> Exercise goal
From the material that follows, please give the number of lines containing the string "length", and that number alone.

> Extracted entries
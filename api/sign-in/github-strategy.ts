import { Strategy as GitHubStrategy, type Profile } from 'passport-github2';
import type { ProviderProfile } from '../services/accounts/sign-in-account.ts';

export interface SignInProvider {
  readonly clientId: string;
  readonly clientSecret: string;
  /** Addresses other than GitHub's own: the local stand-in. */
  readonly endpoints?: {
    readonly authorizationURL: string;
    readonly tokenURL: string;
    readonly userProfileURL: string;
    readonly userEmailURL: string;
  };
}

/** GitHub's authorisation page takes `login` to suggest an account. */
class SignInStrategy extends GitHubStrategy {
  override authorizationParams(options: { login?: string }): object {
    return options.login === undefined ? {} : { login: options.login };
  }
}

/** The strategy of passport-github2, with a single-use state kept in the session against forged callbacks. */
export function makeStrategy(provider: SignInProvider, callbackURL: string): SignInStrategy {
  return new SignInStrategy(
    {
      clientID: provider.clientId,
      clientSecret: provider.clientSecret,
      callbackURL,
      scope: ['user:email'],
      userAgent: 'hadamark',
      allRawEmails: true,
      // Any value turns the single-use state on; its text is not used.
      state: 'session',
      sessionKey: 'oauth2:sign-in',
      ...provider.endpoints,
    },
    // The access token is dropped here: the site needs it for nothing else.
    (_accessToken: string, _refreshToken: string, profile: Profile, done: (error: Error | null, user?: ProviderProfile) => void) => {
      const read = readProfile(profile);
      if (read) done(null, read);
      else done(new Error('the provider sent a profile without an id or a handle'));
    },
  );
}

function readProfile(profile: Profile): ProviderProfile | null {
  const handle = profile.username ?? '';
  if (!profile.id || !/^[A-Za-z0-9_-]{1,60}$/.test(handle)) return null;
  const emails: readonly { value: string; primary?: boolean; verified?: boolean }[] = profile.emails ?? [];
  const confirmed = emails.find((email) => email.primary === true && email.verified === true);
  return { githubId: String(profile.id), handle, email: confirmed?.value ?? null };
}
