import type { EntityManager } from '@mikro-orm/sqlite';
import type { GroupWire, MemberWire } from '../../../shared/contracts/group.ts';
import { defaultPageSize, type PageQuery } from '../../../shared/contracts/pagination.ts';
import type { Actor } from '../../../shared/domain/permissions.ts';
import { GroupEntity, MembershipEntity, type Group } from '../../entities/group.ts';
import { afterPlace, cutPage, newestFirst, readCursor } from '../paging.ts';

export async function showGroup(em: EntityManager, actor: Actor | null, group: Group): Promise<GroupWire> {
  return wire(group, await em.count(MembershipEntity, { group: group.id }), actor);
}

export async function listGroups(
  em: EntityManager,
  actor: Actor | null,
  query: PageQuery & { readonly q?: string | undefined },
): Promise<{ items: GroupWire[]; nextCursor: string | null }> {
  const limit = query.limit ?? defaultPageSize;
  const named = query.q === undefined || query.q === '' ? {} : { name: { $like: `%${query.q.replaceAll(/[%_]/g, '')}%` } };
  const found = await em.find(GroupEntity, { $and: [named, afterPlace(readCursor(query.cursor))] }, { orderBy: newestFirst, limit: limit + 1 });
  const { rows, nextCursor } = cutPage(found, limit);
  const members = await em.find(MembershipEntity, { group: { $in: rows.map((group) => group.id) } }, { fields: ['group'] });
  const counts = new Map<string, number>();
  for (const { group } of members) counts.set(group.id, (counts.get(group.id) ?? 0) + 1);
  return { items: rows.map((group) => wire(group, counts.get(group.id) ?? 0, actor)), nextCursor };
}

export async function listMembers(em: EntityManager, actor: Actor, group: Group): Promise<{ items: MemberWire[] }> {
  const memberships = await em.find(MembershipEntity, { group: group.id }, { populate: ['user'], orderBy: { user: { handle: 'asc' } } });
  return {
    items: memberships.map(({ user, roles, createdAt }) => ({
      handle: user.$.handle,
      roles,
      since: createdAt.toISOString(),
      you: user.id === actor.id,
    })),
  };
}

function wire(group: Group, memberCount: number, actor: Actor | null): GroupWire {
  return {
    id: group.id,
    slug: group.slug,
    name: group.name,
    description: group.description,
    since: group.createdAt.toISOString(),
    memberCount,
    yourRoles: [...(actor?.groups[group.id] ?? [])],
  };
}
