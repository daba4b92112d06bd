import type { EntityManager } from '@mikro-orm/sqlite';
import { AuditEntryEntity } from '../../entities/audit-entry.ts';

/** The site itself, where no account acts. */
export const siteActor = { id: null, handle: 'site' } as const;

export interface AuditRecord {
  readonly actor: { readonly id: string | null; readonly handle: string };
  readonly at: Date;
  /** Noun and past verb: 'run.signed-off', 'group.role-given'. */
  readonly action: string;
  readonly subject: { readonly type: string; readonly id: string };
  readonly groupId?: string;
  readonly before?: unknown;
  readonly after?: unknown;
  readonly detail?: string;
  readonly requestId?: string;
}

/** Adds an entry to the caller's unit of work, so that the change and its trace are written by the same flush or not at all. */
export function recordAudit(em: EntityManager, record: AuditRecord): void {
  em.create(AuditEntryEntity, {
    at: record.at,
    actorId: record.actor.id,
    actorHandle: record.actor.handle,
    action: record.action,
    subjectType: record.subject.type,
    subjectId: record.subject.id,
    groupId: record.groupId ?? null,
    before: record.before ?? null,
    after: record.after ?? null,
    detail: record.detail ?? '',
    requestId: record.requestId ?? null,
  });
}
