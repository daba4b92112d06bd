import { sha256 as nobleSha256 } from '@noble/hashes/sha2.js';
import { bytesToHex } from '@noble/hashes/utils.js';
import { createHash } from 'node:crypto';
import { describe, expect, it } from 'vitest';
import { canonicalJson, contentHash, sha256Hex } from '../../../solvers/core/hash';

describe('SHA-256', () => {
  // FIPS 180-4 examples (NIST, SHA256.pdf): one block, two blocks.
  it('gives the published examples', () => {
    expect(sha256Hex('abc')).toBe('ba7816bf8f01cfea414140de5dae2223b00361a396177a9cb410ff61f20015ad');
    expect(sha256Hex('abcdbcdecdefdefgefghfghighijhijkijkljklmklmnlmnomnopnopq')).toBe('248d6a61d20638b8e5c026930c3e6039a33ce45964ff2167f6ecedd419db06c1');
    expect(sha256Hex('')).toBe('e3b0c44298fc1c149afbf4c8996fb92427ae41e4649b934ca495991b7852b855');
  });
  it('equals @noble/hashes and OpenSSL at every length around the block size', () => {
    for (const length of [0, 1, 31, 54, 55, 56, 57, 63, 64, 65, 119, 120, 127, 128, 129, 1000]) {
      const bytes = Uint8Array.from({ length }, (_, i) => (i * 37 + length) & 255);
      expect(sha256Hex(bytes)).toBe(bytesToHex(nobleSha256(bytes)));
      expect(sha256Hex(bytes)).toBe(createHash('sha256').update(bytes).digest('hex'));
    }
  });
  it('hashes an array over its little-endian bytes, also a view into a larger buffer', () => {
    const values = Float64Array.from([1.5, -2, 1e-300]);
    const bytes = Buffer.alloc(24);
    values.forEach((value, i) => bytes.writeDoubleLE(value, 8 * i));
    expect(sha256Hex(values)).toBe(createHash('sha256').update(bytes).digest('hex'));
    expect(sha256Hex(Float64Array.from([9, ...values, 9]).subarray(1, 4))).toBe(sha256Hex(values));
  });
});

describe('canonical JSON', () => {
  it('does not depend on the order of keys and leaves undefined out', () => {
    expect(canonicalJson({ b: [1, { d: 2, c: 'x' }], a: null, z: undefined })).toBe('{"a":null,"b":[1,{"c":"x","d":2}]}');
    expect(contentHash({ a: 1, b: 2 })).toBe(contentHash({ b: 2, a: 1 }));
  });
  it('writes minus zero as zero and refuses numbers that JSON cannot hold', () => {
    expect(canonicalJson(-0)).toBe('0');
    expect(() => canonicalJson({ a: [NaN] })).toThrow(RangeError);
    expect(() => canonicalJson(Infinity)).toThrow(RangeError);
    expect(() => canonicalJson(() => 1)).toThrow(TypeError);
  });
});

> Result
3